What the task requires:
Go through the data and report each line that holds the string "implements".

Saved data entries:

★ ★ ★

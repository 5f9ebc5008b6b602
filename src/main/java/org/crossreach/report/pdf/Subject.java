package org.crossreach.report.pdf;

import java.io.IOException;
import java.time.OffsetDateTime;
import java.time.format.DateTimeFormatter;
import java.util.List;
import java.util.Locale;
import org.crossreach.agreement.Result;
import org.crossreach.discharge.PassDischarge;
import org.crossreach.report.Decimals;
import org.crossreach.report.ProgramVersion;
import org.crossreach.report.Quantity;
import org.crossreach.report.Units;
import org.crossreach.survey.Ensembles;
import org.crossreach.survey.InputFile;
import org.crossreach.survey.Measurement;

/**
 * What a section of pages is about, and how the reader wants it.
 *
 * @param result the measurement
 * @param options paper, units, files
 * @param attachments which files travel inside
 * @param style inks
 */
record Subject(Result result, PdfOptions options, Attachments attachments, PageStyle style) {

  private static final DateTimeFormatter DATE =
      DateTimeFormatter.ofPattern("uuuu-MM-dd", Locale.ROOT);
  private static final DateTimeFormatter CLOCK =
      DateTimeFormatter.ofPattern("HH:mm:ss", Locale.ROOT);
  private static final DateTimeFormatter CLOCK_WITH_OFFSET =
      DateTimeFormatter.ofPattern("HH:mm:ss xxx", Locale.ROOT);

  static Subject of(Result result, PdfOptions options) {
    return new Subject(
        result, options, Attachments.of(options.attachments()), PageStyle.standard());
  }

  /**
   * Lays out blocks as a document.
   *
   * @param blocks everything on the pages
   * @param name measurement and pass
   * @param description what the document is about
   * @param time when the last of its data was recorded
   */
  byte[] printed(List<Block> blocks, String name, String description, OffsetDateTime time)
      throws IOException {
    try (Book book = new Book(options.paper())) {
      new Flow(book, program() + "  ·  " + name, style.foot(), style.chart().faint()).lay(blocks);
      StringBuilder identity = new StringBuilder(program()).append(name).append(options.units());
      for (InputFile input : measurement().inputs()) {
        identity.append(input.sha256());
      }
      identity.append(result.reduction().settings());
      return Keeper.finish(
          book,
          new Imprint(
              "Discharge of " + TitleSection.place(this) + ": " + name,
              description,
              program(),
              time,
              Packed.sha256(identity.toString())),
          attachments.inside());
    }
  }

  Measurement measurement() {
    return result.reduction().measurement();
  }

  Units units() {
    return options.units();
  }

  /** Name and version of the program. */
  static String program() {
    return ProgramVersion.NAME + " " + ProgramVersion.read();
  }

  /** Decimals that suit all discharges of the measurement: four digits of the largest. */
  Decimals dischargeDecimals() {
    return Decimals.showing(
        4,
        result.reduction().passes().stream()
            .mapToDouble(each -> Quantity.DISCHARGE.in(units(), each.totalM3s()))
            .toArray());
  }

  /** A discharge in the reader's unit, without the unit. */
  String discharge(double m3s) {
    return dischargeDecimals().of(Quantity.DISCHARGE.in(units(), m3s));
  }

  /** A quantity with its unit, with four digits; {@link Decimals#NONE} when missing. */
  String with(Quantity quantity, double si, int decimals) {
    String number = new Decimals(decimals).of(quantity.in(units(), si));
    return number.equals(Decimals.NONE) ? number : number + " " + quantity.symbol(units());
  }

  /** The name of a quantity with its unit, as a heading. */
  String heading(String name, Quantity quantity) {
    return name + " (" + quantity.symbol(units()) + ")";
  }

  static String date(OffsetDateTime time) {
    return DATE.format(time);
  }

  static String clock(OffsetDateTime time) {
    return CLOCK.format(time);
  }

  static String clockWithOffset(OffsetDateTime time) {
    return CLOCK_WITH_OFFSET.format(time);
  }

  static OffsetDateTime start(PassDischarge pass) {
    return pass.pass().ensembles().start();
  }

  /** When the last ensemble of a pass ended. */
  static OffsetDateTime end(PassDischarge pass) {
    Ensembles ensembles = pass.pass().ensembles();
    double seconds = ensembles.elapsedS(ensembles.size() - 1);
    return ensembles.start().plusNanos(Math.round(seconds * 1e9));
  }
}
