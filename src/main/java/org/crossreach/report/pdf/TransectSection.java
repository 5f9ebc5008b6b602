package org.crossreach.report.pdf;

import java.util.List;
import org.crossreach.discharge.PassDischarge;

/** A section of the PDF of one pass; one class for each, listed in {@link TransectPdf}. */
@FunctionalInterface
interface TransectSection {

  /** The section's blocks with its heading; none when there is nothing to say. */
  List<Block> blocks(Subject subject, PassDischarge pass);
}
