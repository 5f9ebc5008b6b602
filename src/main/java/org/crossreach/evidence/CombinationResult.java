package org.crossreach.evidence;

import org.crossreach.agreement.Spread;
import org.crossreach.discharge.Reduction;

/**
 * What a combination makes of the measurement.
 *
 * @param combination laws and rule
 * @param reduction the passes by this combination
 * @param dischargeM3s spread of the used passes' discharges (m³/s)
 * @param changePct its mean discharge minus that of the chosen settings, in percent of the latter
 * @param topPct share of the zone near the surface in the mean discharge (%)
 * @param bottomPct share of the zone near the bed in the mean discharge (%)
 * @param expectedErrorPct error to be expected in the discharge by the hidden cells: the sizes of
 *     the two zones' biases, weighted with the zones' shares (%); NaN without evidence
 */
public record CombinationResult(
    Combination combination,
    Reduction reduction,
    Spread dischargeM3s,
    double changePct,
    double topPct,
    double bottomPct,
    double expectedErrorPct) {}
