package org.crossreach.report.pdf;

import java.io.ByteArrayOutputStream;
import java.io.IOException;
import java.util.List;
import org.crossreach.agreement.Result;
import org.crossreach.discharge.PassDischarge;
import org.crossreach.report.EnsemblesCsv;
import org.crossreach.report.OutputFolder;
import org.crossreach.report.PassesCsv;
import org.crossreach.report.result.ResultJson;

/** The tables behind the pages, so that one file is enough to do the sums again. */
public final class Enclosures {

  private static final String JSON = "application/json";
  private static final String CSV = "text/csv";

  private Enclosures() {}

  /** The result, and the ensembles of one pass. */
  public static List<Attachment> of(Result result, PassDischarge pass) throws IOException {
    return List.of(
        result(result),
        new Attachment(
            pass.pass().name() + ".ensembles.csv",
            CSV,
            Attachment.Relation.DATA,
            "Every ensemble of the pass, from the record to its discharge",
            bytes(target -> EnsemblesCsv.write(pass, target))));
  }

  /** The result, and the table of its passes. */
  public static List<Attachment> of(Result result) throws IOException {
    return List.of(
        result(result),
        new Attachment(
            "passes.csv",
            CSV,
            Attachment.Relation.DATA,
            "The passes as a table",
            bytes(target -> PassesCsv.write(result, target))));
  }

  private static Attachment result(Result result) throws IOException {
    return new Attachment(
        OutputFolder.MARK,
        JSON,
        Attachment.Relation.DATA,
        "The whole result, with every effective setting",
        bytes(target -> ResultJson.write(result, target)));
  }

  private static byte[] bytes(OutputFolder.Product product) throws IOException {
    ByteArrayOutputStream bytes = new ByteArrayOutputStream();
    product.write(bytes);
    return bytes.toByteArray();
  }
}
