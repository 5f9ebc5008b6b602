package org.crossreach.report.pdf;

import java.util.List;
import org.crossreach.discharge.PassDischarge;
import org.crossreach.report.chart.BoatTrack;
import org.crossreach.report.chart.ChartStyle;
import org.crossreach.report.chart.DischargeAlong;
import org.crossreach.report.chart.Picture;
import org.crossreach.report.chart.VelocitySection;

/** Track, section and discharge under each other, over the same distance from the left bank. */
final class PassPicturesSection implements TransectSection {

  /** Heights as shares of the paper's: all three stand on the first page together. */
  private static final double TRACK = 0.15;

  private static final double SECTION = 0.218;
  private static final double DISCHARGE = 0.142;

  @Override
  public List<Block> blocks(Subject subject, PassDischarge pass) {
    ChartStyle style = subject.style().chart();
    return List.of(
        new Gap(7),
        figure(subject, new BoatTrack(pass, subject.units(), style), TRACK),
        new Gap(7),
        figure(subject, new VelocitySection(pass, subject.units(), style), SECTION),
        new Gap(7),
        figure(subject, new DischargeAlong(pass, subject.units(), style), DISCHARGE));
  }

  private static Block figure(Subject subject, Picture picture, double share) {
    return new Figure(
        picture, subject.style().caption(), share * subject.options().paper().height());
  }
}
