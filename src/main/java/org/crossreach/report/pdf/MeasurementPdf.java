package org.crossreach.report.pdf;

import java.io.IOException;
import java.io.OutputStream;
import java.time.OffsetDateTime;
import java.util.ArrayList;
import java.util.List;
import org.crossreach.agreement.Result;
import org.crossreach.discharge.PassDischarge;

/** The PDF of a measurement: its passes taken together. */
public final class MeasurementPdf {

  /** The sections in their order: a new one is a class and a line here. */
  private static final List<MeasurementSection> SECTIONS =
      List.of(
          new TitleSection(),
          new MeanSection(),
          new MeasurementFactsSection(),
          new PassesSection(),
          new AgreementSection(),
          new ExtrapolationsSection(),
          new NotesSection(),
          new SettingsSection(),
          new InputsSection(),
          new CautionsSection(),
          new SignatureSection());

  private MeasurementPdf() {}

  /**
   * Writes the PDF of a measurement. May be called from several threads at once.
   *
   * @param result the measurement
   * @param options paper, units, files inside
   * @param out receives the bytes; stays open
   * @throws IOException when the bytes cannot be written
   */
  public static void write(Result result, PdfOptions options, OutputStream out) throws IOException {
    out.write(bytes(result, options));
  }

  /** The bytes of the PDF of a measurement; see {@link #write}. */
  public static byte[] bytes(Result result, PdfOptions options) throws IOException {
    Subject subject = Subject.of(result, options);
    List<Block> blocks = new ArrayList<>();
    for (MeasurementSection section : SECTIONS) {
      blocks.addAll(section.blocks(subject));
    }
    return subject.printed(
        blocks,
        subject.measurement().id(),
        "Discharge by passes of a boat across the river: " + TitleSection.place(subject),
        end(result));
  }

  private static OffsetDateTime end(Result result) {
    OffsetDateTime end = null;
    for (PassDischarge pass : result.reduction().passes()) {
      OffsetDateTime each = Subject.end(pass);
      end = end == null || each.isAfter(end) ? each : end;
    }
    return end;
  }
}
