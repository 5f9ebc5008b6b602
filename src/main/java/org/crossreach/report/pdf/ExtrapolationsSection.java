package org.crossreach.report.pdf;

import java.util.ArrayList;
import java.util.List;
import org.crossreach.evidence.CandidateEvidence;
import org.crossreach.evidence.Combination;
import org.crossreach.evidence.CombinationResult;
import org.crossreach.evidence.Comparer;
import org.crossreach.evidence.Comparison;
import org.crossreach.report.Decimals;
import org.crossreach.report.Quantity;
import org.crossreach.report.chart.HiddenCellErrors;

/** What every other choice for the unmeasured water would give, and what speaks for each. */
final class ExtrapolationsSection implements MeasurementSection {

  private static final double TALLEST = 240;
  private static final Decimals ONE = new Decimals(1);
  private static final Decimals TWO = new Decimals(2);

  @Override
  public List<Block> blocks(Subject subject) {
    PageStyle style = subject.style();
    Comparison comparison = new Comparer(1).compare(subject.result().reduction());
    List<Block> blocks = new ArrayList<>();
    blocks.add(style.section("Choices for the unmeasured water"));
    // side by side with nothing: no page ends within it
    blocks.add(
        new SideBySide(
            List.of(
                List.of(
                    Text.paragraph(style.body(), comparison.verdict().sentence()),
                    new Gap(6),
                    table(subject, comparison),
                    new Gap(3),
                    Text.paragraph(
                        style.remark(),
                        "Hidden: what a law predicts for cells that were measured and hidden from"
                            + " it, minus the measurement, in percent of it, with the 95 %"
                            + " interval; from "
                            + comparison.columns()
                            + " columns."))),
            List.of(1.0),
            0));
    blocks.add(new Gap(8));
    blocks.add(
        new Figure(new HiddenCellErrors(comparison, style.chart()), style.caption(), TALLEST));
    return blocks;
  }

  private static Table table(Subject subject, Comparison comparison) {
    Table table =
        new Table(
            subject.style().tables(),
            List.of(
                Table.Heading.words("Standing"),
                Table.Heading.words("Near the surface"),
                Table.Heading.words("Near the bed"),
                Table.Heading.words("Exponent"),
                Table.Heading.numbers(subject.heading("Mean", Quantity.DISCHARGE)),
                Table.Heading.numbers("Change (%)"),
                Table.Heading.numbers("Variation (%)"),
                Table.Heading.numbers("Top (%)"),
                Table.Heading.numbers("Hidden (%)"),
                Table.Heading.numbers("Bed (%)"),
                Table.Heading.numbers("Hidden (%)")));
    for (CombinationResult each : comparison.combinations()) {
      Combination combination = each.combination();
      table.row(
          standing(comparison, combination),
          combination.top().key(),
          combination.bottom().key(),
          combination.rule().key(),
          subject.discharge(each.dischargeM3s().mean()),
          TWO.signed(each.changePct()),
          TWO.of(each.dischargeM3s().covPct()),
          ONE.of(each.topPct()),
          hidden(comparison.evidenceAtTop(combination)),
          ONE.of(each.bottomPct()),
          hidden(comparison.evidenceAtBottom(combination)));
    }
    return table;
  }

  private static String standing(Comparison comparison, Combination combination) {
    if (combination.equals(comparison.chosenCombination())) {
      return "chosen";
    }
    return combination.equals(comparison.verdict().combination()) ? "favoured" : "";
  }

  private static String hidden(CandidateEvidence evidence) {
    return Double.isFinite(evidence.biasPct())
        ? ONE.signed(evidence.biasPct()) + " ± " + ONE.of(evidence.half95Pct())
        : Decimals.NONE;
  }
}
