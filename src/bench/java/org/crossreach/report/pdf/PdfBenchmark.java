package org.crossreach.report.pdf;

import java.io.IOException;
import java.nio.file.Path;
import java.util.concurrent.TimeUnit;
import org.crossreach.agreement.Result;
import org.crossreach.discharge.PassDischarge;
import org.crossreach.discharge.Reducer;
import org.crossreach.ingest.MeasurementFolder;
import org.crossreach.ingest.SettingsFile;
import org.crossreach.survey.UnusableInput;
import org.openjdk.jmh.annotations.Benchmark;
import org.openjdk.jmh.annotations.BenchmarkMode;
import org.openjdk.jmh.annotations.Fork;
import org.openjdk.jmh.annotations.Measurement;
import org.openjdk.jmh.annotations.Mode;
import org.openjdk.jmh.annotations.OutputTimeUnit;
import org.openjdk.jmh.annotations.Param;
import org.openjdk.jmh.annotations.Scope;
import org.openjdk.jmh.annotations.Setup;
import org.openjdk.jmh.annotations.State;
import org.openjdk.jmh.annotations.Warmup;

/** Making the PDF of one pass and of a measurement, warm and on one thread. */
@BenchmarkMode(Mode.AverageTime)
@OutputTimeUnit(TimeUnit.MILLISECONDS)
@State(Scope.Benchmark)
@Warmup(iterations = 5, time = 2)
@Measurement(iterations = 5, time = 2)
@Fork(
    value = 2,
    jvmArgs = {"-Xmx1g", "-XX:+UseSerialGC"})
public class PdfBenchmark {

  @Param({"tern-landing-0418", "saltern-reach-0622"})
  public String sample;

  private Result result;
  private PassDischarge pass;

  @Setup
  public void reduce() throws IOException, UnusableInput {
    Path folder = Path.of("sample-transects", sample);
    result =
        Result.of(new Reducer(1).reduce(MeasurementFolder.read(folder), SettingsFile.read(folder)));
    pass = result.reduction().passes().get(0);
  }

  @Benchmark
  public byte[] transect() throws IOException {
    return TransectPdf.bytes(result, pass, PdfOptions.defaults());
  }

  @Benchmark
  public byte[] transectWithTables() throws IOException {
    return TransectPdf.bytes(
        result, pass, PdfOptions.defaults().withAttachments(Enclosures.of(result, pass)));
  }

  @Benchmark
  public byte[] measurement() throws IOException {
    return MeasurementPdf.bytes(result, PdfOptions.defaults());
  }
}
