package org.crossreach.evidence;

import org.crossreach.agreement.Result;
import org.crossreach.agreement.Spread;
import org.crossreach.discharge.ZoneDischarge;
import org.crossreach.settings.Settings;

/**
 * What one combination of laws and exponent makes of a measurement.
 *
 * @param settings the settings with this combination
 * @param result the measurement reduced by them
 * @param changePct mean discharge against that of the chosen settings (%)
 * @param top how the top law predicts hidden cells
 * @param bottom how the bottom law predicts hidden cells
 */
public record Choice(
    Settings settings, Result result, double changePct, Prediction top, Prediction bottom) {

  /** Spread of the passes' discharges (m³/s). */
  public Spread discharge() {
    return result.summary().dischargeM3s();
  }

  /** Share of the unmeasured top in the mean discharge (%). */
  public double topSharePct() {
    return share(result.summary().zones().top());
  }

  /** Share of the unmeasured bottom in the mean discharge (%). */
  public double bottomSharePct() {
    return share(result.summary().zones().bottom());
  }

  private double share(double zone) {
    ZoneDischarge zones = result.summary().zones();
    return 100 * zone / zones.total();
  }

  /**
   * What the hidden cells say the error of the discharge is, were the laws as wrong in the
   * unmeasured zones as in the hidden cells: biases and their standard errors times the zones'
   * shares (%).
   */
  double score() {
    return Math.hypot(top.score() * topSharePct() / 100, bottom.score() * bottomSharePct() / 100);
  }

  /** The combination, for example {@code top constant, bottom power, exponent fit-all}. */
  public String label() {
    return "top "
        + settings.top().key()
        + ", bottom "
        + settings.bottom().key()
        + ", exponent "
        + settings.exponent().rule().key();
  }
}
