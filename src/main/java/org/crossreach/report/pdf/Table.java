package org.crossreach.report.pdf;

import java.awt.Color;
import java.io.IOException;
import java.util.ArrayList;
import java.util.List;

/**
 * A table with a heading above each column. A page may end after any row; the headings are then
 * repeated.
 */
final class Table implements Block {

  private static final double PAD = 1.5;
  private static final double BETWEEN = 8;

  private final List<Heading> headings;
  private final Look look;
  private final List<List<String>> rows = new ArrayList<>();
  private Structure.Element element;

  /**
   * A column's heading.
   *
   * @param text what it says, with the unit
   * @param numbers whether the column holds numbers, which stand at the right
   * @param flexible whether the column takes the room that is left and breaks its text
   */
  record Heading(String text, boolean numbers, boolean flexible) {

    static Heading words(String text) {
      return new Heading(text, false, false);
    }

    static Heading numbers(String text) {
      return new Heading(text, true, false);
    }

    static Heading prose(String text) {
      return new Heading(text, false, true);
    }
  }

  /**
   * How a table looks.
   *
   * @param heading the headings
   * @param body the rows
   * @param strong the last row, where it is a sum
   * @param rule lines between rows
   * @param firmRule lines under the headings and above a sum
   */
  record Look(Ink heading, Ink body, Ink strong, Color rule, Color firmRule) {}

  Table(Look look, List<Heading> headings) {
    this.look = look;
    this.headings = List.copyOf(headings);
  }

  /** Adds a row. */
  Table row(String... cells) {
    return row(List.of(cells));
  }

  /** Adds a row. */
  Table row(List<String> cells) {
    if (cells.size() != headings.size()) {
      throw new IllegalArgumentException("cells must be as many as headings");
    }
    rows.add(List.copyOf(cells));
    return this;
  }

  boolean isEmpty() {
    return rows.isEmpty();
  }

  @Override
  public List<Block> parts() {
    List<Block> parts = new ArrayList<>();
    parts.add(new Row(headingCells(), look.heading(), true, false));
    for (List<String> cells : rows) {
      parts.add(new Row(cells, look.body(), false, false));
    }
    return parts;
  }

  /** The same table whose last row is a sum. */
  Block withSum() {
    List<Block> parts = new ArrayList<>(parts());
    parts.set(parts.size() - 1, new Row(rows.get(rows.size() - 1), look.strong(), false, true));
    return new Stack(parts);
  }

  private List<String> headingCells() {
    return headings.stream().map(Heading::text).toList();
  }

  @Override
  public double height(double width) {
    return new Stack(parts()).height(width);
  }

  @Override
  public void draw(Sheet sheet, Structure.Element parent, double x, double y, double width)
      throws IOException {
    new Stack(parts()).draw(sheet, parent, x, y, width);
  }

  /** Width of each column: as its widest text needs, what is left to the flexible ones. */
  private double[] widths(double width) {
    double[] widths = new double[headings.size()];
    double left = width - BETWEEN * (widths.length - 1);
    int flexible = 0;
    for (int c = 0; c < widths.length; c++) {
      if (headings.get(c).flexible()) {
        flexible++;
        continue;
      }
      widths[c] = natural(look.heading(), headings.get(c).text());
      for (List<String> row : rows) {
        widths[c] = Math.max(widths[c], natural(look.strong(), row.get(c)));
      }
      left -= widths[c];
    }
    for (int c = 0; c < widths.length; c++) {
      if (headings.get(c).flexible()) {
        widths[c] = Math.max(30, left / flexible);
      } else if (flexible == 0) {
        widths[c] += Math.max(0, left) / widths.length;
      }
    }
    return widths;
  }

  private static double natural(Ink ink, String text) {
    return ink.width(ink.shown(text));
  }

  /** One row, which may begin a page. */
  private final class Row implements Block {
    private final List<String> cells;
    private final Ink ink;
    private final boolean heading;
    private final boolean sum;

    Row(List<String> cells, Ink ink, boolean heading, boolean sum) {
      this.cells = cells;
      this.ink = ink;
      this.heading = heading;
      this.sum = sum;
    }

    @Override
    public double height(double width) {
      double[] widths = widths(width);
      int most = 1;
      for (int c = 0; c < widths.length; c++) {
        most = Math.max(most, Text.lines(ink, cells.get(c), widths[c] + 0.01).size());
      }
      return most * ink.leading() + 2 * PAD;
    }

    @Override
    public void draw(Sheet sheet, Structure.Element parent, double x, double y, double width)
        throws IOException {
      double bottom = y + height(width);
      sheet.decoration(
          () -> {
            sheet.line(
                heading ? look.firmRule() : look.rule(),
                heading ? 0.7 : 0.35,
                x,
                bottom,
                x + width,
                bottom);
            if (sum) {
              sheet.line(look.firmRule(), 0.7, x, y, x + width, y);
            }
          });
      if (element == null) {
        element = parent.add("Table");
      }
      write(sheet, element.add("TR"), x, y, width);
    }

    private void write(Sheet sheet, Structure.Element row, double x, double y, double width)
        throws IOException {
      double[] widths = widths(width);
      double left = x;
      for (int c = 0; c < widths.length; c++) {
        String cell = cells.get(c);
        String type = heading ? "TH" : "TD";
        Structure.Element at = row.add(type);
        if (heading) {
          at.headsColumn();
        }
        double shift = headings.get(c).numbers() ? Math.max(0, widths[c] - natural(ink, cell)) : 0;
        if (!cell.isEmpty()) {
          Text.paragraph(ink, cell)
              .write(sheet, at, type, left + shift, y + PAD, widths[c] - shift + 0.01);
        }
        left += widths[c] + BETWEEN;
      }
    }

    @Override
    public boolean staysWithNext() {
      return heading;
    }

    @Override
    public List<Block> repeatedAbove() {
      return heading ? List.of() : List.of(new RepeatedHeadings());
    }
  }

  /** The headings once more on a new page: the structure has them already. */
  private final class RepeatedHeadings implements Block {

    @Override
    public double height(double width) {
      return new Row(headingCells(), look.heading(), true, false).height(width);
    }

    @Override
    public void draw(Sheet sheet, Structure.Element parent, double x, double y, double width)
        throws IOException {
      double bottom = y + height(width);
      double[] widths = widths(width);
      sheet.decoration(
          () -> {
            sheet.line(look.firmRule(), 0.7, x, bottom, x + width, bottom);
            double left = x;
            for (int c = 0; c < widths.length; c++) {
              String text = look.heading().shown(headings.get(c).text());
              double shift = headings.get(c).numbers() ? widths[c] - look.heading().width(text) : 0;
              sheet.text(look.heading(), text, left + shift, y + PAD + look.heading().ascent());
              left += widths[c] + BETWEEN;
            }
          });
    }
  }
}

★ ★ ★

Response:
final class PassPicturesSection implements TransectSection {
final class ExtrapolationsSection implements MeasurementSection {
final class Table implements Block {
  private final class Row implements Block {
  private final class RepeatedHeadings implements Block {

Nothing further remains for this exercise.